■ Exercise instructions
Your output should be the lines of the data that follow, reproduced exactly from the first through the line bearing "['a header and".

(Entries taken from a collection)

****************************************

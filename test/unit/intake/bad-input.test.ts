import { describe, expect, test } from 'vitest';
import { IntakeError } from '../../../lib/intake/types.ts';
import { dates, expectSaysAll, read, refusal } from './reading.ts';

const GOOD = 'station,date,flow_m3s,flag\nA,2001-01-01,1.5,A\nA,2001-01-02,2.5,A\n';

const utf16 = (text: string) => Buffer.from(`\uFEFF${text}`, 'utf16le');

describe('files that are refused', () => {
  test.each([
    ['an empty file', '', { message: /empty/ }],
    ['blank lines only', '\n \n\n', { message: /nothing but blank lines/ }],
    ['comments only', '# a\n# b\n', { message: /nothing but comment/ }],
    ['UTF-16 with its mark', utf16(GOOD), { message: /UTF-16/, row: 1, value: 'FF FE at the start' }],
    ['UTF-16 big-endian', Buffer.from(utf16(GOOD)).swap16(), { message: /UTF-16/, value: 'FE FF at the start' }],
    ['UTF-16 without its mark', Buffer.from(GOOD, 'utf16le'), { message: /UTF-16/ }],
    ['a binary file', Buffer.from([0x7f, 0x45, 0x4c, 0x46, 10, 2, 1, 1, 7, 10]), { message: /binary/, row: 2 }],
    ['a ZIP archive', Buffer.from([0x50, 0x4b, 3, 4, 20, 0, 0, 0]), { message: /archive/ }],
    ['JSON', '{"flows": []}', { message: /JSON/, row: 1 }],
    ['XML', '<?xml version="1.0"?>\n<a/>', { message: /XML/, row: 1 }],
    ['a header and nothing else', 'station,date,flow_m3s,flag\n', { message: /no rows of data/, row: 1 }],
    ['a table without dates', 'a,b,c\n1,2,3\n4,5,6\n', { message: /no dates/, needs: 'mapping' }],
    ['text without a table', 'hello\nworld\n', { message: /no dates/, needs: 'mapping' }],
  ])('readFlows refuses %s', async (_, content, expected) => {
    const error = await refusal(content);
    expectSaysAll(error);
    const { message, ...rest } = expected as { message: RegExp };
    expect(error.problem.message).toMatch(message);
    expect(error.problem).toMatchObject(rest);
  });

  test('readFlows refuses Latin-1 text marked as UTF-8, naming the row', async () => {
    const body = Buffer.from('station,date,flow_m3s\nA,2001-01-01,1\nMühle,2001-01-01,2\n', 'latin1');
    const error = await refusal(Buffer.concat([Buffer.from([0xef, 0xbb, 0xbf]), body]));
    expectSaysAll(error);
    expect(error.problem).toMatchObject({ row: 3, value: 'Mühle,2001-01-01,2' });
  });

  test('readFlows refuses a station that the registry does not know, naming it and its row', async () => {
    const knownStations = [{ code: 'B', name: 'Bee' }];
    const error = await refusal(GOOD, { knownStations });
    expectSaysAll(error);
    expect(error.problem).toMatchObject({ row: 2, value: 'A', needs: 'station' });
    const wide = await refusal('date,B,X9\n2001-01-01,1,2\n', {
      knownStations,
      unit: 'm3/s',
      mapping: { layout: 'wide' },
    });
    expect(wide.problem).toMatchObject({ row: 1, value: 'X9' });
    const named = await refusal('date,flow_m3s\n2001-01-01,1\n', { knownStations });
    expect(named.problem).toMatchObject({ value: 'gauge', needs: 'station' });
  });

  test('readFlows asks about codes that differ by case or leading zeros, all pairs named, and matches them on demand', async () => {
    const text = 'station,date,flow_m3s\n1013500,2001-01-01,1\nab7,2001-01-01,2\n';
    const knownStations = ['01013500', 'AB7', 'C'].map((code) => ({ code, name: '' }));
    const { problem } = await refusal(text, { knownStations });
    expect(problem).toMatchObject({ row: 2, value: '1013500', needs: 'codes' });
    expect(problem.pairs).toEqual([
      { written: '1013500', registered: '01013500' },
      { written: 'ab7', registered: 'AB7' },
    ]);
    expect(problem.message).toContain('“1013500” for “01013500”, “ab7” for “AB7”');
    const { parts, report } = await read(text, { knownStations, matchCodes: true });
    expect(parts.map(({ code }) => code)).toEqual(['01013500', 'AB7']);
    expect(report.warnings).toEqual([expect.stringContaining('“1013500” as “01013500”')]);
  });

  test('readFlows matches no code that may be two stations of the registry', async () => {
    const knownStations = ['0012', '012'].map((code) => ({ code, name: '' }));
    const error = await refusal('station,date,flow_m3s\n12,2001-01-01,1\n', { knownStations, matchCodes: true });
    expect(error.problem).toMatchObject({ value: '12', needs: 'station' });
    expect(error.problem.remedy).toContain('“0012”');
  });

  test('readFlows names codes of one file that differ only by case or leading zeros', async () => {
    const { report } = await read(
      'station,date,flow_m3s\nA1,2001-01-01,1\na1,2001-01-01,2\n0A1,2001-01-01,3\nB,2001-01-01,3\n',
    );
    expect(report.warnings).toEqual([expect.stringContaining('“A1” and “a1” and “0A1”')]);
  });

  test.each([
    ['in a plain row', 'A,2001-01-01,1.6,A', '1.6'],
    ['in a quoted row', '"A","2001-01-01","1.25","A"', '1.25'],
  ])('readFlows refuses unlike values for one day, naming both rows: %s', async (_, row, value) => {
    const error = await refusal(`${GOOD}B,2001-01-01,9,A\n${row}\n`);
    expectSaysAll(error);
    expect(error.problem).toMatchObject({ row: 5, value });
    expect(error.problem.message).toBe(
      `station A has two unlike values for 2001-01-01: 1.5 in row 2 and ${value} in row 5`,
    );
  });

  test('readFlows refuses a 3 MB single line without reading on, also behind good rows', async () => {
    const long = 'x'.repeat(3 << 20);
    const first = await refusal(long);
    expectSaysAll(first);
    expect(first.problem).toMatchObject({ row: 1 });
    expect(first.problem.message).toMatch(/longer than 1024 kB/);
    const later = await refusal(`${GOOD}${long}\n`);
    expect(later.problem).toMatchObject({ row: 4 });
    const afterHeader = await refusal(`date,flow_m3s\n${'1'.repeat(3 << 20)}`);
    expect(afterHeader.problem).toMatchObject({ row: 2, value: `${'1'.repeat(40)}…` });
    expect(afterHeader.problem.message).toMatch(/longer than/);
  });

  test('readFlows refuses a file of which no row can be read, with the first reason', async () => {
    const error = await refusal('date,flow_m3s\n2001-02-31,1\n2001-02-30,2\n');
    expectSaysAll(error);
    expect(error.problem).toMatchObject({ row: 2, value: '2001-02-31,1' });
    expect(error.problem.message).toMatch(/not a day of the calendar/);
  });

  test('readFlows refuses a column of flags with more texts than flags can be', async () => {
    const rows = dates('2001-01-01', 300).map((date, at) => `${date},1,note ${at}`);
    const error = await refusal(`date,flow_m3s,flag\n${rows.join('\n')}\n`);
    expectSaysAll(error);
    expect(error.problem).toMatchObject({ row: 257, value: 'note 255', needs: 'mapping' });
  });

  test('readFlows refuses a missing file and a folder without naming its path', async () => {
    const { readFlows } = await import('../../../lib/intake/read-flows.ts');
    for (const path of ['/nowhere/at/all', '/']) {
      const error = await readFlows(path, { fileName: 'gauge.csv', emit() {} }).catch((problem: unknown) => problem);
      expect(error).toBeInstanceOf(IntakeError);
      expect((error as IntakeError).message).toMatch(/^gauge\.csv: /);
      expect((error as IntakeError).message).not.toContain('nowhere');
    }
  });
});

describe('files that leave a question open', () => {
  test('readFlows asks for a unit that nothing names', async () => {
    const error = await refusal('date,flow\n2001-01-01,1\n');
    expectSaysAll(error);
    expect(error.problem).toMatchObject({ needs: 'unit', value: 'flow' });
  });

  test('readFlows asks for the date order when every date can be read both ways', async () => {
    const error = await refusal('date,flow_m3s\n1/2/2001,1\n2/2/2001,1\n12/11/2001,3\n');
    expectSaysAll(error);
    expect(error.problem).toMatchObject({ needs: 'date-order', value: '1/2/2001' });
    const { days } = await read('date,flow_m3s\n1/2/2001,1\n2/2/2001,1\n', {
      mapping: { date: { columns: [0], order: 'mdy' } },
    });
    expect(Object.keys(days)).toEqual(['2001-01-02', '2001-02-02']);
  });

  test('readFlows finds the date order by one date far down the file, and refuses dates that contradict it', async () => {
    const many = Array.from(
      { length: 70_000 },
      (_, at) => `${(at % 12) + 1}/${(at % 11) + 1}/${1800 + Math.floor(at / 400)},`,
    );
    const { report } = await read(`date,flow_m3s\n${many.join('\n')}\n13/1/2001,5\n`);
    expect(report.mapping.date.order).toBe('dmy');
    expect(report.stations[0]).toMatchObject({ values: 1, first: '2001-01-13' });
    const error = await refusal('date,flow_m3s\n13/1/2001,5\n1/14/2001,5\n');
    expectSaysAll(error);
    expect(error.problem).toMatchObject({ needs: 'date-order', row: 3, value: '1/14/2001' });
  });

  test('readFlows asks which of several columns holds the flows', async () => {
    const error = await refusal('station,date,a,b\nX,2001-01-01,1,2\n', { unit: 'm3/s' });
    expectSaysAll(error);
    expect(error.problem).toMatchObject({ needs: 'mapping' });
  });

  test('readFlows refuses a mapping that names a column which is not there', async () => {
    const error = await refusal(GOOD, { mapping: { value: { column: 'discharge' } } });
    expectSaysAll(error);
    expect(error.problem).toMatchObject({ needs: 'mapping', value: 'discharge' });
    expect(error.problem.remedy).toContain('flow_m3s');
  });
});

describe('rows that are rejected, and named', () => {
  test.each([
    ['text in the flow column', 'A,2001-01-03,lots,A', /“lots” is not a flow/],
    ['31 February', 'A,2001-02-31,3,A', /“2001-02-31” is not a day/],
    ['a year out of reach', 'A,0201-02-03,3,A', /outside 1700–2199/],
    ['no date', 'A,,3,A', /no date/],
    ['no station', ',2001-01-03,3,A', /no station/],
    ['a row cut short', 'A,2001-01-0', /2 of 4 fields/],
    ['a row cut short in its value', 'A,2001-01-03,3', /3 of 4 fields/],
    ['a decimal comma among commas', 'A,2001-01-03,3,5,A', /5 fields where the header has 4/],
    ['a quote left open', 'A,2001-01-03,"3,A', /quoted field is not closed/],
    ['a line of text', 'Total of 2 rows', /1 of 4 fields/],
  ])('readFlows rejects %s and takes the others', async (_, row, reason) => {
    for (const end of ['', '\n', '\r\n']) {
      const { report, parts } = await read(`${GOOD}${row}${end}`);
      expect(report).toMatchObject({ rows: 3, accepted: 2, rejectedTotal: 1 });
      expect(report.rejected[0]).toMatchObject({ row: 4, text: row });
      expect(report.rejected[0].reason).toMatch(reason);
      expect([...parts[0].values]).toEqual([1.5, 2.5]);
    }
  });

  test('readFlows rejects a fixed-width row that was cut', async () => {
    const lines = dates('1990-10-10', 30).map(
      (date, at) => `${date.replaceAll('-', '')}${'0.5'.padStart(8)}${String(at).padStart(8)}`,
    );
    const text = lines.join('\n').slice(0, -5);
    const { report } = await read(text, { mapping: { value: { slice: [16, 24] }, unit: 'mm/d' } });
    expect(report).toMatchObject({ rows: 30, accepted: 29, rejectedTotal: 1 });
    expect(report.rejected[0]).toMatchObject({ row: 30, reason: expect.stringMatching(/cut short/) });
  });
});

****************************************

■ Result for this task
filename test/unit/intake/bad-input.test.ts
import { describe, expect, test } from 'vitest';
import { IntakeError } from '../../../lib/intake/types.ts';
import { dates, expectSaysAll, read, refusal } from './reading.ts';

const GOOD = 'station,date,flow_m3s,flag\nA,2001-01-01,1.5,A\nA,2001-01-02,2.5,A\n';

const utf16 = (text: string) => Buffer.from(`\uFEFF${text}`, 'utf16le');

describe('files that are refused', () => {
  test.each([
    ['an empty file', '', { message: /empty/ }],
    ['blank lines only', '\n \n\n', { message: /nothing but blank lines/ }],
    ['comments only', '# a\n# b\n', { message: /nothing but comment/ }],
    ['UTF-16 with its mark', utf16(GOOD), { message: /UTF-16/, row: 1, value: 'FF FE at the start' }],
    ['UTF-16 big-endian', Buffer.from(utf16(GOOD)).swap16(), { message: /UTF-16/, value: 'FE FF at the start' }],
    ['UTF-16 without its mark', Buffer.from(GOOD, 'utf16le'), { message: /UTF-16/ }],
    ['a binary file', Buffer.from([0x7f, 0x45, 0x4c, 0x46, 10, 2, 1, 1, 7, 10]), { message: /binary/, row: 2 }],
    ['a ZIP archive', Buffer.from([0x50, 0x4b, 3, 4, 20, 0, 0, 0]), { message: /archive/ }],
    ['JSON', '{"flows": []}', { message: /JSON/, row: 1 }],
    ['XML', '<?xml version="1.0"?>\n<a/>', { message: /XML/, row: 1 }],
    ['a header and nothing else', 'station,date,flow_m3s,flag\n', { message: /no rows of data/, row: 1 }],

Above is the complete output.